Again I'm amazed. What a great bunch of guys.

All the best,
Al


----------



## hk3 (Jan 29, 2008)

Dayyyyyyyum!


----------



## Seanohue (Oct 2, 2006)

Hmmm I think I better work on a better defense plan before I go down! Nice job FL crew! :tu


----------



## JE3146 (Jan 15, 2008)

It's a real shame when someone very worthy gets hit... :tu


----------



## shaggy (Dec 28, 2006)

i could of warned ya dball.......next time bring reinforcements:r:r


----------



## TripleF (May 16, 2007)

All I can say is.........................it's a good thing you were on the OTHER side of Florida..... :r

So, tell us who's who in the pic? I'd like to put some names with the faces.


----------



## Aladdin Sane (Aug 25, 2006)

Wow ! What a crew! :tu

Looks like you were having a great time Bro


----------



## TimButz2 (Jan 5, 2007)

Looks like you had a great time Dan. Those Florida boys don't mess around chalk another one up for Ron!!


----------



## DBall (Jun 4, 2007)

fishforfree said:


> So, tell us who's who in the pic? I'd like to put some names with the faces.

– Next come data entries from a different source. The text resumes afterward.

"""``slicetime correct PATHS --out DIR``: slice-time correction of every run."""

from __future__ import annotations

import contextlib
import sys
from collections.abc import Sequence
from pathlib import Path
from typing import NoReturn

import click

from slicetime.interfaces.commands import shared
from slicetime.interfaces.commands.shared import UserError, friendly


def _engine_names() -> Sequence[str]:
    from slicetime.engines.interpolate import ENGINES

    return list(ENGINES)


@click.command()
@click.argument("paths", nargs=-1, required=True, type=click.Path(path_type=Path))
@click.option("--out", type=click.Path(path_type=Path, file_okay=False), required=True,
              help="Derivative dataset folder for the corrected runs (never inside an input "
              "dataset, except under its derivatives/).")
@click.option("--method", type=shared.RegistryChoice(_engine_names),
              default="fourier", show_default=True, help="Temporal interpolation method.")
@click.option("--reference", "reference", default="middle", show_default=True,
              help="Time every slice is aligned to: seconds from the start of the volume "
              "(e.g. 1.0), 'first', 'middle' (halfway between the first and last excitation), "
              "'last', or 'slice:N' (the time of slice N, 0-based).")
@click.option("--desc", default="timealigned", show_default=True,
              help="Value of the desc- entity added to output names.")
@click.option("--keep-dtype", is_flag=True,
              help="Store the input's data type (rounded, clipped with a warning) instead of "
              "float32.")
@click.option("--force", is_flag=True,
              help="Correct runs whose audit has errors that do not put the slice times in "
              "doubt (never runs without slice timing, with doubted timing, or that may not "
              "be interpolated).")
@click.option("--accept", "accepts", multiple=True, metavar="CODE[:PATTERN]",
              help="Correct despite a finding of CODE that puts the slice times in doubt, on "
              "the runs whose path (relative to the dataset root) matches PATTERN (default: "
              "every run). Repeatable; recorded in each output. The lab policy's [[accept]] "
              "does the same.")
@click.option("--verify", "verify_data", is_flag=True,
              help="Check each run's claimed slice order against its image data first; a "
              "contradicted claim puts the timing in doubt (slower).")
@click.option("--omit-leading", "omit_leading", type=click.IntRange(min=0), default=0,
              metavar="N", help="Leave the first N volumes out of the outputs (they still "
              "help interpolate the others); written as NumberOfVolumesDiscardedByUser.")
@click.option("--max-memory", "max_memory", default=None, metavar="SIZE",
              help="Keep the working memory under SIZE (e.g. 512M, 2G); larger runs are "
              "buffered in a scratch file under --out.")
@shared.executor_options(default=shared.JOBS_HEAVY, shared="Inputs and --out")
@shared.policy_option("The audit that gates correction applies it.")
@click.option("--format", "fmt", type=click.Choice(["text", "json"]), default="text",
              show_default=True, help="Report format on stdout.")
@click.option("--no-progress", is_flag=True, help="No progress bar or progress lines on stderr.")
@shared.walking_options("correct")
@click.option("--mix-inputs", is_flag=True,
              help="Allow an --out folder that already holds outputs made from other input "
              "datasets (they are kept; a run whose output would replace one is refused).")
@friendly
def correct(
    paths: tuple[Path, ...],
    out: Path,
    method: str,
    reference: str,
    desc: str,
    keep_dtype: bool,
    force: bool,
    accepts: tuple[str, ...],
    verify_data: bool,
    omit_leading: int,
    max_memory: str | None,
    jobs: int | None,
    scheduler: str | None,
    policy_file: Path | None,
    fmt: str,
    no_progress: bool,
    include_derivatives: bool,
    include_sourcedata: bool,
    include_hidden: bool,
    mix_inputs: bool,
) -> None:
    """Align every slice of the runs under PATHS to one reference time.

    \b
    Examples:
      slicetime correct ds/ --out ds/derivatives/slicetime
      slicetime correct ds/sub-01 --out aligned --method cubic --reference 1.0
    """
    with shared.starting("correct"):
        from slicetime.engines.plan import ReferenceChoice
        from slicetime.interfaces.report_json import correct_object, dumps
        from slicetime.interfaces.safe_text import xml_safe
        from slicetime.interfaces.terminal import make_console, progress_reporter, render_correct
        from slicetime.pipelines.correct import CorrectOptions
        from slicetime.pipelines.correct_batch import correct_paths
        from slicetime.pipelines.memory import parse_size
        from slicetime.pipelines.signals import signals_noted, test_point
        from slicetime.rules.correction import parse_accept

        try:
            choice = ReferenceChoice.parse(reference)
        except ValueError as exc:
            raise UserError(f"--reference: {exc}") from None
        cap = None
        if max_memory is not None:
            try:
                cap = parse_size(max_memory)
            except ValueError as exc:
                raise UserError(f"--max-memory: {exc}") from None
        try:
            accepted = tuple(parse_accept(text) for text in accepts)
        except ValueError as exc:
            raise UserError(f"--accept: {exc}") from None
        options = CorrectOptions(out=out, method=method, reference=choice, desc=desc,
                                 keep_dtype=keep_dtype, force=force, max_memory=cap, threads=0,
                                 mix_inputs=mix_inputs, accepts=accepted,
                                 omit_leading=omit_leading)
    result = None
    late = False
    try:
        with shared.run_executor(jobs, scheduler, light=False) as executor, \
                (contextlib.nullcontext(None) if no_progress
                 else progress_reporter("correcting")) as progress:
            result = correct_paths(
                list(paths), options, progress=progress, policy_file=policy_file,
                include_derivatives=include_derivatives, include_sourcedata=include_sourcedata,
                include_hidden=include_hidden, executor=executor, verify=verify_data,
            )
            test_point("correct:closing")
    except KeyboardInterrupt as stop:
        if result is None:  # the batch was not done (CorrectInterrupted: partly)
            _interrupted(stop)
        late = True  # while the workers and the progress bar closed: the batch is done
    except ValueError as exc:
        raise UserError(xml_safe(str(exc))) from None
    except OSError as exc:
        raise UserError(xml_safe(f"{out}: cannot write the outputs ({exc.strerror or exc})")
                        ) from None
    assert result is not None
    with signals_noted() as noted:  # the batch is done: its summary is printed whole
        test_point("correct:summary")
        if fmt == "json":
            click.echo(dumps(correct_object(result)))
        else:
            render_correct(result, make_console())
    if late or noted or result.late_signal:
        shared.say_finished_despite_interrupt("the batch")
    sys.exit(result.exit_code())


def _interrupted(stop: KeyboardInterrupt) -> NoReturn:
    """Ctrl-C before the batch was done: what finished and what did not, exit 130 (a
    Ctrl-C during the audit that comes first says so in one line)."""
    from slicetime.interfaces.terminal import make_console, render_correct
    from slicetime.pipelines.correct_batch import CorrectInterrupted, NotStarted
    from slicetime.words import count

    if isinstance(stop, NotStarted):
        written = "nothing written" if stop.written is None else stop.written
        shared.interrupted(f"{stop.stage}, before any run was corrected; {written} (rerun "
                           "the same command)")
    if not isinstance(stop, CorrectInterrupted):  # the stages before the batch say more
        shared.interrupted("before any run was corrected; nothing written (rerun the same "
                           "command)")
    if not stop.result.runs:  # nothing finished: no summary of zero runs
        written = "nothing written" if stop.written is None else stop.written
        shared.interrupted(f"before any run was corrected; {written} "
                           f"({count(stop.not_finished, 'run')} to do: rerun the same command)")
    render_correct(stop.result, make_console(sys.stderr))
    them = "it" if stop.not_finished == 1 else "them"
    shared.interrupted(f"; {count(stop.not_finished, 'run')} not finished "
                       f"(rerun the same command to finish {them})")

Blueface, Made In Dade (sitting), me, Ron1yy, HarryCulo and Mike (not on the boards)

:tu


----------



## Old Sailor (Jul 27, 2006)

That'll teach ya ta go in there on your own :r:r damn...looks like a great time was had by all!!:tu:tu


----------



## Ms. Detroit (Dec 31, 2007)

You guys certainlly do like u had a great time!!!! Nice :chk:chk


----------



## icehog3 (Feb 20, 2005)

The Florida Crew never lets you down, or lets you leave empty-handed, Dan! Glad you got to herf with them!

I see Centenario!! :dr


----------



## BigVito (Jan 1, 2000)

icehog3 said:


> The Florida Crew never lets you down, or lets you leave empty-handed, Dan! Glad you got to herf with them!
> 
> I see Centenario!! :dr


It rum, not vodka :gn stick to your vodkaness:ss


----------



## 68TriShield (May 15, 2006)

Bastages!All of them!!! I miss you guys  You can't go to South Florida and not meet up with these guys,good call Dan :tu


----------



## nozero (Jul 7, 2007)

Glad you took the hit, doubt I'd have survived it! Couldn't have happened to a more deserving bro.
:tu


----------



## icehog3 (Feb 20, 2005)

BigVito said:


> It rum, not vodka :gn stick to your vodkaness:ss


Vodka, rum, tequlia, Guinness...I am the gentler, more-flexible icehog.


----------



## BigVito (Jan 1, 2000)

icehog3 said:


> Vodka, rum, tequlia, Guinness...I am the gentler, more-flexible icehog.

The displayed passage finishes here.